**Your assignment:**
Copy, exactly and without additions, every line in the records below from the one holding "return typeof value" through the one holding "return Object.entries(value).flatMap(([key, inner])", both ends included.

*** Data for analysis ***

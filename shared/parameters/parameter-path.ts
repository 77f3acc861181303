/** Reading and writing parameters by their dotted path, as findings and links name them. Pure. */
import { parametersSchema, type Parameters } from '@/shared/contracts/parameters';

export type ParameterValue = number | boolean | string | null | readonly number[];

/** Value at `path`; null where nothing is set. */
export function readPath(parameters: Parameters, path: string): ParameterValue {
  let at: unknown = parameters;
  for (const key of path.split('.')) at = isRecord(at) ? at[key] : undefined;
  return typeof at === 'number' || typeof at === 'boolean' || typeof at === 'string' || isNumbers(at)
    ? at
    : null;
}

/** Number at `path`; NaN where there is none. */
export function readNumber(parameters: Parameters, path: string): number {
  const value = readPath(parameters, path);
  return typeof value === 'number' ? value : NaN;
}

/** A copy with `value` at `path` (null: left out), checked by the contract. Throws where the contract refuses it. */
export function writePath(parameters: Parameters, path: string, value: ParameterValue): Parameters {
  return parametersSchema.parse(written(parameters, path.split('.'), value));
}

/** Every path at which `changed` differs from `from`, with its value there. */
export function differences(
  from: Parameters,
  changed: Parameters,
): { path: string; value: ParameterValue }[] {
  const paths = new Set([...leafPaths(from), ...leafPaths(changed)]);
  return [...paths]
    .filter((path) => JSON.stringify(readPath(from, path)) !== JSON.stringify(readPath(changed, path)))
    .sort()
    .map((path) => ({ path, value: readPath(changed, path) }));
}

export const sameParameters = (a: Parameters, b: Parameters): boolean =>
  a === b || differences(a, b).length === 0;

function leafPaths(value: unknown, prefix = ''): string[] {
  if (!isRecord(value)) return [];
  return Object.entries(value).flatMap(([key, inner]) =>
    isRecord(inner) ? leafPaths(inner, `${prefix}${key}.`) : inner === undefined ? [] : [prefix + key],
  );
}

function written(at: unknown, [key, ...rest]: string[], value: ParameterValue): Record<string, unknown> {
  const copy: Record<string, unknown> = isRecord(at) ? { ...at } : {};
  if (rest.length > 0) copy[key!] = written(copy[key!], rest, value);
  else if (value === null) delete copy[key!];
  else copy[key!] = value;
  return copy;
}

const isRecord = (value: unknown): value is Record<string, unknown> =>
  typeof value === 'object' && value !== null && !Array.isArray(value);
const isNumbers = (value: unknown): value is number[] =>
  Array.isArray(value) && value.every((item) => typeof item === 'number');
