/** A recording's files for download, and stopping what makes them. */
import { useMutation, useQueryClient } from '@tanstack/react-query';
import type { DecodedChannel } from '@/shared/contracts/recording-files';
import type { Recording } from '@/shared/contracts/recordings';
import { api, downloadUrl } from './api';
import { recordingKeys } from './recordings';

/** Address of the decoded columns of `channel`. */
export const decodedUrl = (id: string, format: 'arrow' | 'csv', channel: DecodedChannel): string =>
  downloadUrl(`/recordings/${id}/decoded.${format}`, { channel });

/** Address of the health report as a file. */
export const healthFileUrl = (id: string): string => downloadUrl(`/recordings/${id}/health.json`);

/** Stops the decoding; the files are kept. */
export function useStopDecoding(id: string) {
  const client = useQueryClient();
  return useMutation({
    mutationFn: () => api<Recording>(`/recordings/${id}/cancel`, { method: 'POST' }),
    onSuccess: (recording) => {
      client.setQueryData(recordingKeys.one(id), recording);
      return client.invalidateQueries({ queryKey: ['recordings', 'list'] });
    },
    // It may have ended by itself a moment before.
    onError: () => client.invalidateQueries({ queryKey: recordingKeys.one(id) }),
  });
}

*** End of Data for analysis ***

**Written solution:**
  return typeof value === 'number' ? value : NaN;
}

/** A copy with `value` at `path` (null: left out), checked by the contract. Throws where the contract refuses it. */
export function writePath(parameters: Parameters, path: string, value: ParameterValue): Parameters {
  return parametersSchema.parse(written(parameters, path.split('.'), value));
}

/** Every path at which `changed` differs from `from`, with its value there. */
export function differences(
  from: Parameters,
  changed: Parameters,
): { path: string; value: ParameterValue }[] {
  const paths = new Set([...leafPaths(from), ...leafPaths(changed)]);
  return [...paths]
    .filter((path) => JSON.stringify(readPath(from, path)) !== JSON.stringify(readPath(changed, path)))
    .sort()
    .map((path) => ({ path, value: readPath(changed, path) }));
}

export const sameParameters = (a: Parameters, b: Parameters): boolean =>
  a === b || differences(a, b).length === 0;

function leafPaths(value: unknown, prefix = ''): string[] {
  if (!isRecord(value)) return [];
  return Object.entries(value).flatMap(([key, inner]) =>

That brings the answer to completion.